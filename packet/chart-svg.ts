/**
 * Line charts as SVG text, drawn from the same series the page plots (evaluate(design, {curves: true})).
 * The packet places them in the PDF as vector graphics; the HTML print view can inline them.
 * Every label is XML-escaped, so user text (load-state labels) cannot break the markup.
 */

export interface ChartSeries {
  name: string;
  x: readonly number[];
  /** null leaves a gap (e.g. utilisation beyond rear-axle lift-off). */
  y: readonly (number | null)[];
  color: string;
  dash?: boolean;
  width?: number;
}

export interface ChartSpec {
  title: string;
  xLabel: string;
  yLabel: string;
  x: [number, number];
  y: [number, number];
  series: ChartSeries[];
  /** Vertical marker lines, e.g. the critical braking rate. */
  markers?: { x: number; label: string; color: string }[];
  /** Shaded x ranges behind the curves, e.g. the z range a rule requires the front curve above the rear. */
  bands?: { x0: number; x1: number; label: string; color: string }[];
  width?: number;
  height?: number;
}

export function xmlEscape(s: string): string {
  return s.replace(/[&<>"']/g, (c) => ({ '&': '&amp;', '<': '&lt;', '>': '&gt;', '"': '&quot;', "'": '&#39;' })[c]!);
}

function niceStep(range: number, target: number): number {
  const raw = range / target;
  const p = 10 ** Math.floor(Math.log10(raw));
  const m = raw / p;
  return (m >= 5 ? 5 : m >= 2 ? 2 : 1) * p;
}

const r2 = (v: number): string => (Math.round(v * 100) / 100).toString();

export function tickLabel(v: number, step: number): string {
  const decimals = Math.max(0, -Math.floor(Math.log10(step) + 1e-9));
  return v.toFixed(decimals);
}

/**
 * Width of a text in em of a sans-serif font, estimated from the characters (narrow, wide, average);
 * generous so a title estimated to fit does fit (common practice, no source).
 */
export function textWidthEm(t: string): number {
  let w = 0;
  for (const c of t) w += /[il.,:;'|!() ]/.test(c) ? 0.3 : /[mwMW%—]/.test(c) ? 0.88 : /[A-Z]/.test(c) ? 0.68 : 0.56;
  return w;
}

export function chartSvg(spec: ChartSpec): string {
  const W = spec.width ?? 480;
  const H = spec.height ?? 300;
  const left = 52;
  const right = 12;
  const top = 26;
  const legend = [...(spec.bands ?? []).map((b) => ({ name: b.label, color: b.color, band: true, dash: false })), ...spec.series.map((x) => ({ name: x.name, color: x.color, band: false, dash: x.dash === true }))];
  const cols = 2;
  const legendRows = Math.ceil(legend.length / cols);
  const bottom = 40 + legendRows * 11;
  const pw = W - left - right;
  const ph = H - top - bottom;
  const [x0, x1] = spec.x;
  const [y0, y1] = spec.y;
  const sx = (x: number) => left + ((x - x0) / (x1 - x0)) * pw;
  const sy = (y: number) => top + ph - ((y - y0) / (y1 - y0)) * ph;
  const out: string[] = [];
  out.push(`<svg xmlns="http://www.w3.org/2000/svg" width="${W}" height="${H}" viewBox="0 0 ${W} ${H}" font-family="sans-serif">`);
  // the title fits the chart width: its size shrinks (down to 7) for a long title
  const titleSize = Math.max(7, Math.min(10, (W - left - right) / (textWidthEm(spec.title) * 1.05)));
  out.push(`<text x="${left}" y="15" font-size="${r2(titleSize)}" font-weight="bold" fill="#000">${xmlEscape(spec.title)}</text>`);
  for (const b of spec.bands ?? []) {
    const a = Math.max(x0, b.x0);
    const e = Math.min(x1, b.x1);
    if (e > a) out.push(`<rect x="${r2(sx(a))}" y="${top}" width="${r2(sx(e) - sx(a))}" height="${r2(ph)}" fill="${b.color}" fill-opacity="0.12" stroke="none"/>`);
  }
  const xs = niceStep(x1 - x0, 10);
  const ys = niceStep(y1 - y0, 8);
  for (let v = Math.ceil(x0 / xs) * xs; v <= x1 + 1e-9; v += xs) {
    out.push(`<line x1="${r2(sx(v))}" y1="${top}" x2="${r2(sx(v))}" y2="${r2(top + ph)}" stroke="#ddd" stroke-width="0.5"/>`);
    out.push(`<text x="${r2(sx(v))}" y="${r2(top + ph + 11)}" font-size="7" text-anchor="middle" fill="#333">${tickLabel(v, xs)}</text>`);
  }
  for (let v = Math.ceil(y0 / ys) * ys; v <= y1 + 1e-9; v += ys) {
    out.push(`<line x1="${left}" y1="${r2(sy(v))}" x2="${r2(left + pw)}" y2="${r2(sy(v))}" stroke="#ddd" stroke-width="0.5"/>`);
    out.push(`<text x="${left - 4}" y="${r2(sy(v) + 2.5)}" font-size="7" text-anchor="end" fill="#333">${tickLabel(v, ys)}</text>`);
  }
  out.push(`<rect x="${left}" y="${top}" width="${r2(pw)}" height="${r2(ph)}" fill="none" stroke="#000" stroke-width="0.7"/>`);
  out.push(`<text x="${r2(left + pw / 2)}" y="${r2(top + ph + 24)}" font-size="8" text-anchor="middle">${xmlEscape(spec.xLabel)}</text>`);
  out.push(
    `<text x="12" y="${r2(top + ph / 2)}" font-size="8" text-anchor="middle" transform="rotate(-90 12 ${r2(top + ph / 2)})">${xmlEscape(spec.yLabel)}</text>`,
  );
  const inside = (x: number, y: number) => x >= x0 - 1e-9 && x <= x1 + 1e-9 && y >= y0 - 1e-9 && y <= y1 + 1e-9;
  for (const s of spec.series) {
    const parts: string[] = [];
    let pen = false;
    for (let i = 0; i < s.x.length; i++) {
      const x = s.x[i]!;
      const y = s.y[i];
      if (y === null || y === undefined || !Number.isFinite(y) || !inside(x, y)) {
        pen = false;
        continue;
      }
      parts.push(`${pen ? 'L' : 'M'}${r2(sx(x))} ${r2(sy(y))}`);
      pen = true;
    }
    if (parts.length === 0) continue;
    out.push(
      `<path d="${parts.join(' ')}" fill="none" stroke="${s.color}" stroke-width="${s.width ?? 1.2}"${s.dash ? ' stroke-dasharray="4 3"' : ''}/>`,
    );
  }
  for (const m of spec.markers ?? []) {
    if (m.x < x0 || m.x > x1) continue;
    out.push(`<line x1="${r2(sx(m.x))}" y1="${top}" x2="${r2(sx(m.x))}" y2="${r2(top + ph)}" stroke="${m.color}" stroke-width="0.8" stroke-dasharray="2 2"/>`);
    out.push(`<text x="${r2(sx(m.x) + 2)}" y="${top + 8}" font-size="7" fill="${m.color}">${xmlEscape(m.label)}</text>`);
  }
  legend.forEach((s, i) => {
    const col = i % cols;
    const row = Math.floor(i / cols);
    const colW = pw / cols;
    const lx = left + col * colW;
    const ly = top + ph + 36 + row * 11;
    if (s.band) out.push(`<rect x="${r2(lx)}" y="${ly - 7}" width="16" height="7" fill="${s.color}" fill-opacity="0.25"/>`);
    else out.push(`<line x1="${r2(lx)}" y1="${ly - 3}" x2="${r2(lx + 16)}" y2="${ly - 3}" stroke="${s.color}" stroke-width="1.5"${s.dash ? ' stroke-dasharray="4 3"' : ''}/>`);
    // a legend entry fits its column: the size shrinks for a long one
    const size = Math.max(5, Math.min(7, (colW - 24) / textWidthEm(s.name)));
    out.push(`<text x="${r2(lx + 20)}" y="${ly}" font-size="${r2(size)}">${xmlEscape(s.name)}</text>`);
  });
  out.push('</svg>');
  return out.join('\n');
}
* * * *
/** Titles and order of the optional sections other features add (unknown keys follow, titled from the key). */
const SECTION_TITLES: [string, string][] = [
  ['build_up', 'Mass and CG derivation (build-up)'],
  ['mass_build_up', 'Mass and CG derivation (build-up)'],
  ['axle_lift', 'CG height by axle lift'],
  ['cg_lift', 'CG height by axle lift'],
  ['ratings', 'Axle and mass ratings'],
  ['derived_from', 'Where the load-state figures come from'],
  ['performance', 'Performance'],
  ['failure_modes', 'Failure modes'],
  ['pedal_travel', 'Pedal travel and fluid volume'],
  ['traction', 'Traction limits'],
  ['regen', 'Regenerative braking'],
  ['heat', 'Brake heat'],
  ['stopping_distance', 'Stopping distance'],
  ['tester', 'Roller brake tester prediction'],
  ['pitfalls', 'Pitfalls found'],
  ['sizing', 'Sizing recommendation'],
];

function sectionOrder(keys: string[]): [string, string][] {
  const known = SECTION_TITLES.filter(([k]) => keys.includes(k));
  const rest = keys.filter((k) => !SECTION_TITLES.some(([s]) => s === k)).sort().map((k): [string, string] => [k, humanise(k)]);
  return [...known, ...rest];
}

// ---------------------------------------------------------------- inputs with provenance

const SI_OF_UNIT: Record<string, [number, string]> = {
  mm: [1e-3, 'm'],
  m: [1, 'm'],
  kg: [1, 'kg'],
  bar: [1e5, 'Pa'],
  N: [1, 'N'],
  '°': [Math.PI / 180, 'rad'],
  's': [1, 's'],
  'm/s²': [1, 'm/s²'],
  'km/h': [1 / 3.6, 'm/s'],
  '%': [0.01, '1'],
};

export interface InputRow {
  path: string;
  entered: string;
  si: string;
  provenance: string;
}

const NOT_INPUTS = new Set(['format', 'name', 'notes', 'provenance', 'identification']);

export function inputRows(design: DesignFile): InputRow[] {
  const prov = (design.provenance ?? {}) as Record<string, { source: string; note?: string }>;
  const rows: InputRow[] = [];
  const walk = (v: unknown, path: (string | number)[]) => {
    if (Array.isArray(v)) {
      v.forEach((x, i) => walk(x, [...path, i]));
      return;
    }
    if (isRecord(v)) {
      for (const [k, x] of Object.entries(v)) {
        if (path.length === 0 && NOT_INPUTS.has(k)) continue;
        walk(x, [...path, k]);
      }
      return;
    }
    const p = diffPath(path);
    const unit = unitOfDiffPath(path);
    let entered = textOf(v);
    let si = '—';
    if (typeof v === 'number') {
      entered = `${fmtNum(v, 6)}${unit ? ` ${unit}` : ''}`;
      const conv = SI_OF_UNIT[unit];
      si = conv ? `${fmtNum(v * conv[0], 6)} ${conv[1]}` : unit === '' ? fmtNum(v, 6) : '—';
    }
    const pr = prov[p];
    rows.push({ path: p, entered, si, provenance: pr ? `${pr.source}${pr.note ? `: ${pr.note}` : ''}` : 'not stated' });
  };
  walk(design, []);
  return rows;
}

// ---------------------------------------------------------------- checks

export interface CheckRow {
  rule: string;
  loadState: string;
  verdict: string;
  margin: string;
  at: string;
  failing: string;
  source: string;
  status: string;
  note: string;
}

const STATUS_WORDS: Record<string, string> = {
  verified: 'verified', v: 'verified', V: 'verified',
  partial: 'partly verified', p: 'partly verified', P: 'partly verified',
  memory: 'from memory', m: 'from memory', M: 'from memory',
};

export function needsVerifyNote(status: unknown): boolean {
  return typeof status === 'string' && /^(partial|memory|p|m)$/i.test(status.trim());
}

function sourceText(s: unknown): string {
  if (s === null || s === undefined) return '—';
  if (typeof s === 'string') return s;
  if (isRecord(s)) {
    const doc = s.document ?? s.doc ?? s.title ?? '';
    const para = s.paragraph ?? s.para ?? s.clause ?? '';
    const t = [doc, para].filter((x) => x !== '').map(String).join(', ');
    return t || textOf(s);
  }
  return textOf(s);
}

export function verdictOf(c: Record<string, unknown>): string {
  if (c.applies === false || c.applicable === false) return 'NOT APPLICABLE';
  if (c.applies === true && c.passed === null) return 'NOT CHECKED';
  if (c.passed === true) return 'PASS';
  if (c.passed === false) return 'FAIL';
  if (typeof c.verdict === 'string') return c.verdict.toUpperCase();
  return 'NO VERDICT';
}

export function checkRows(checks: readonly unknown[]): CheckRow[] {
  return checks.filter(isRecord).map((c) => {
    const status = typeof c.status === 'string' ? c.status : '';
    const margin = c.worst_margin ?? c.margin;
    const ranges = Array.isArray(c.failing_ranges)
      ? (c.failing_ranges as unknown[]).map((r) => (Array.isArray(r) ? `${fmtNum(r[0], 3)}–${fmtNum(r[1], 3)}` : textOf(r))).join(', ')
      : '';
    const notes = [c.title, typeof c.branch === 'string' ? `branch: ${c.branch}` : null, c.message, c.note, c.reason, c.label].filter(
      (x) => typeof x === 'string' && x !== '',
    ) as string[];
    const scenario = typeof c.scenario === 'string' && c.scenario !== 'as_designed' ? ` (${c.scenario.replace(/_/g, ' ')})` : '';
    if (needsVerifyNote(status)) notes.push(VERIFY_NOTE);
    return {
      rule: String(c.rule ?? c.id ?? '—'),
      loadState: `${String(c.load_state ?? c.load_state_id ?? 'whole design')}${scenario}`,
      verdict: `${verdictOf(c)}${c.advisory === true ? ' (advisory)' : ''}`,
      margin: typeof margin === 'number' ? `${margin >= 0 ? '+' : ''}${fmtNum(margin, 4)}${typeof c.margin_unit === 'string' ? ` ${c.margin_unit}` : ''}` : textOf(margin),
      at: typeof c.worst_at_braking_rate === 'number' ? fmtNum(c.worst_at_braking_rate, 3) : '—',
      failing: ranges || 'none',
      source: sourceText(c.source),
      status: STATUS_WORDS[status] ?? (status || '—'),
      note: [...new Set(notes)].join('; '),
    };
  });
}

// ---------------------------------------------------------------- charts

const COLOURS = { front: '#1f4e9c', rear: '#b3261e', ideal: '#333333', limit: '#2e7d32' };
* * * *
▶ [AIM OF THE EXERCISE]: Above is a listing; print exactly its lines from the one with "filename packet/chart-svg.ts" through the one with "can inline them.", and no other lines.

▶ [EXERCISE RESULT]:
filename packet/chart-svg.ts
/**
 * Line charts as SVG text, drawn from the same series the page plots (evaluate(design, {curves: true})).
 * The packet places them in the PDF as vector graphics; the HTML print view can inline them.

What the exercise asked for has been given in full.